:: Requirement ::
Write out, word for word, every line in the data below from the one containing "a transfer phase" to the one containing "from ..roots import brentq", both of them included.

Collected data
↓
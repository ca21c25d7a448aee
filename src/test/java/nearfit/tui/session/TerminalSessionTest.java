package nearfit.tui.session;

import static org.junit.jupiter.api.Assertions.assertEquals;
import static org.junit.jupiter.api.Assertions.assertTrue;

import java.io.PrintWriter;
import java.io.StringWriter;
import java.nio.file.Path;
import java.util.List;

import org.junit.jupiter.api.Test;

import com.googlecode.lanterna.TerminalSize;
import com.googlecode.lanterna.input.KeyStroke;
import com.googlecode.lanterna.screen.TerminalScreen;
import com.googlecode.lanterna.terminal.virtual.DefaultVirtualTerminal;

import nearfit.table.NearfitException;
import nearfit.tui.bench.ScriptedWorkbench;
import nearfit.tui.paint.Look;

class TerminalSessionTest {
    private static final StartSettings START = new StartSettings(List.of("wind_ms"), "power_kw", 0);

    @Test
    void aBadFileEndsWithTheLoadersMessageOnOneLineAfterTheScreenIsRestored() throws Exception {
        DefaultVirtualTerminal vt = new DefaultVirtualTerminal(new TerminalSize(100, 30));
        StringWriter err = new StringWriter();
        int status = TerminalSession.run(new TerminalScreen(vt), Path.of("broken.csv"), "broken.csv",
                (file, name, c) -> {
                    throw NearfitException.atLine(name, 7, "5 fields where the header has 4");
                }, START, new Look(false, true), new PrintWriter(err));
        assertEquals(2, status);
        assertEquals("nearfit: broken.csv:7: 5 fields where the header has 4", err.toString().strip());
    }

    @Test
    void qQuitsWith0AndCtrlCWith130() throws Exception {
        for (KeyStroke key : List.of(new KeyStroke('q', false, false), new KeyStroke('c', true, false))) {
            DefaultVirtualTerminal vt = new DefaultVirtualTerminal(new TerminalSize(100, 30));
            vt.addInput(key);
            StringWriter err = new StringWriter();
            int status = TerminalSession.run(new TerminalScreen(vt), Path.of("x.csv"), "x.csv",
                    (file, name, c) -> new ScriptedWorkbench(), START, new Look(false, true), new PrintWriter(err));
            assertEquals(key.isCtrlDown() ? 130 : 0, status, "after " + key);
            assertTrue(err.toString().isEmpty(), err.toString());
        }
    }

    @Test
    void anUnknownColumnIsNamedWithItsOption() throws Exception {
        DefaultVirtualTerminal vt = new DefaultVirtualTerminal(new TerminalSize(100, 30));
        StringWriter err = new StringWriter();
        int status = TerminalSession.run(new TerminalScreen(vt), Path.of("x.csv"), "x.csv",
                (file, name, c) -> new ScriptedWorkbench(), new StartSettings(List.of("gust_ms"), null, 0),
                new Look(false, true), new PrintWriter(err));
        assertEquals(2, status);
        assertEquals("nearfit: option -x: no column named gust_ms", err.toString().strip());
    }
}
↑
↓
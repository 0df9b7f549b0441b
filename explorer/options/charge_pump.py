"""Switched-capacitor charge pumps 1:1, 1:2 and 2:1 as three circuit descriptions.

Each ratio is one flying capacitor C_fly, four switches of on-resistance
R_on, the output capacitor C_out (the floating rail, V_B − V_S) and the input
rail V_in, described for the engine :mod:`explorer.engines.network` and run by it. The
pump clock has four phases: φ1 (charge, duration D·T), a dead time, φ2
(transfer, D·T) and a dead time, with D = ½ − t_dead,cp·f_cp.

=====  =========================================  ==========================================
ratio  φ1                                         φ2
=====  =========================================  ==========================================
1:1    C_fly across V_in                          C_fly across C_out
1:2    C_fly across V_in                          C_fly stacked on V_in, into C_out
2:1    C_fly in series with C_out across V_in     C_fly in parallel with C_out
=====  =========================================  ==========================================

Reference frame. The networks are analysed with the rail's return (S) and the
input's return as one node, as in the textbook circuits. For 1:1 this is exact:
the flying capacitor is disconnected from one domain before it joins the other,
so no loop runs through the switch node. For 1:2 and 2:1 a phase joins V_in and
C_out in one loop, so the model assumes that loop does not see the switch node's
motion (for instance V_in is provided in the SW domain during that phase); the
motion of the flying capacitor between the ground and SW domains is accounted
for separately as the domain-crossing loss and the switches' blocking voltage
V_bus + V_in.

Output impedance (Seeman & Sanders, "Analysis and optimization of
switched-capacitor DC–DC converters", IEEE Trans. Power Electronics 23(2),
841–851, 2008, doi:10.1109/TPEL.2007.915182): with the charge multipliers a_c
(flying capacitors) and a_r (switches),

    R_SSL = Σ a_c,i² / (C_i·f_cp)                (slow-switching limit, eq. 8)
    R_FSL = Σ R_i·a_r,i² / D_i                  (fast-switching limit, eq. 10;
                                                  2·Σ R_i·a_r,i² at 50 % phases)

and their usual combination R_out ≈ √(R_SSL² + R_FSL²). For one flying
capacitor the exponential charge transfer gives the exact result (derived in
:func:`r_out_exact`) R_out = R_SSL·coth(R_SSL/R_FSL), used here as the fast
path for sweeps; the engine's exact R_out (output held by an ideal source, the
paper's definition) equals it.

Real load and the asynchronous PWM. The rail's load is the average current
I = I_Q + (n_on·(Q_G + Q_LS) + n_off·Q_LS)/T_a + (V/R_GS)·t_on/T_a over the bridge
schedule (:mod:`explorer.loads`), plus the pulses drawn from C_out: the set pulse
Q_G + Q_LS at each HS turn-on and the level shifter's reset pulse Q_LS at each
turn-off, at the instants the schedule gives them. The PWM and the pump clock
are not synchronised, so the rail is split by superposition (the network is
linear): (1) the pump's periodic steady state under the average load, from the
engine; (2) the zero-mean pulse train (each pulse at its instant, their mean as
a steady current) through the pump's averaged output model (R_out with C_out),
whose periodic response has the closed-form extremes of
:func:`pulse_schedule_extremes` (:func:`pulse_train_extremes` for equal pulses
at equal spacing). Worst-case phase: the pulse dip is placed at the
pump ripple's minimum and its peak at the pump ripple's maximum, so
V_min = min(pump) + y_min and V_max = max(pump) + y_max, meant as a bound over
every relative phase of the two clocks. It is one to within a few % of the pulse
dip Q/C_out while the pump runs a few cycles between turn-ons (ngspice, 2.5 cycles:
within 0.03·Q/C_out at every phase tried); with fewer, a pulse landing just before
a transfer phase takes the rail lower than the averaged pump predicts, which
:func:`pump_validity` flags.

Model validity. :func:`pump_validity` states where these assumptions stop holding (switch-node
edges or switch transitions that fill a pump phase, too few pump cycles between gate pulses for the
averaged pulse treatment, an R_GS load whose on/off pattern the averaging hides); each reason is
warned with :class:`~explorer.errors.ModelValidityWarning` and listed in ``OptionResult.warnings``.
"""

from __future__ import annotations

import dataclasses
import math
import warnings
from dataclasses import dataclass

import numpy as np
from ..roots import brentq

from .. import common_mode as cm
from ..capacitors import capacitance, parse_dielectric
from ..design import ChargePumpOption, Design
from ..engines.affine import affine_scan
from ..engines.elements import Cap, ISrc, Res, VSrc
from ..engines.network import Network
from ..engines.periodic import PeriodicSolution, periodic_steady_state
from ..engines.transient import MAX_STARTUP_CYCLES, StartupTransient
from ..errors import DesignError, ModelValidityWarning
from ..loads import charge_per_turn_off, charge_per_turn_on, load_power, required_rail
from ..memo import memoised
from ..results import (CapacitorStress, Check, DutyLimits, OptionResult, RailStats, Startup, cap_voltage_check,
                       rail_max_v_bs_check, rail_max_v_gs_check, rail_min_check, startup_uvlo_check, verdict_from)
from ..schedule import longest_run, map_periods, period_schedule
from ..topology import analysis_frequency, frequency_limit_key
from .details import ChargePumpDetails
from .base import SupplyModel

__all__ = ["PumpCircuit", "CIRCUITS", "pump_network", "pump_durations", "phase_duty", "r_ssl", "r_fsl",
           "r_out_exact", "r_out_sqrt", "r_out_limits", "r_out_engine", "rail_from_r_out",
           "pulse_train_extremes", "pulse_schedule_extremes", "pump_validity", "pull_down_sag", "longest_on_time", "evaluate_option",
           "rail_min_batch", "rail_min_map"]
↑
:: Answer to this exercise ::
a transfer phase takes the rail lower than the averaged pump predicts, which
:func:`pump_validity` flags.

Model validity. :func:`pump_validity` states where these assumptions stop holding (switch-node
edges or switch transitions that fill a pump phase, too few pump cycles between gate pulses for the
averaged pulse treatment, an R_GS load whose on/off pattern the averaging hides); each reason is
warned with :class:`~explorer.errors.ModelValidityWarning` and listed in ``OptionResult.warnings``.
"""

from __future__ import annotations

import dataclasses
import math
import warnings
from dataclasses import dataclass

import numpy as np
from ..roots import brentq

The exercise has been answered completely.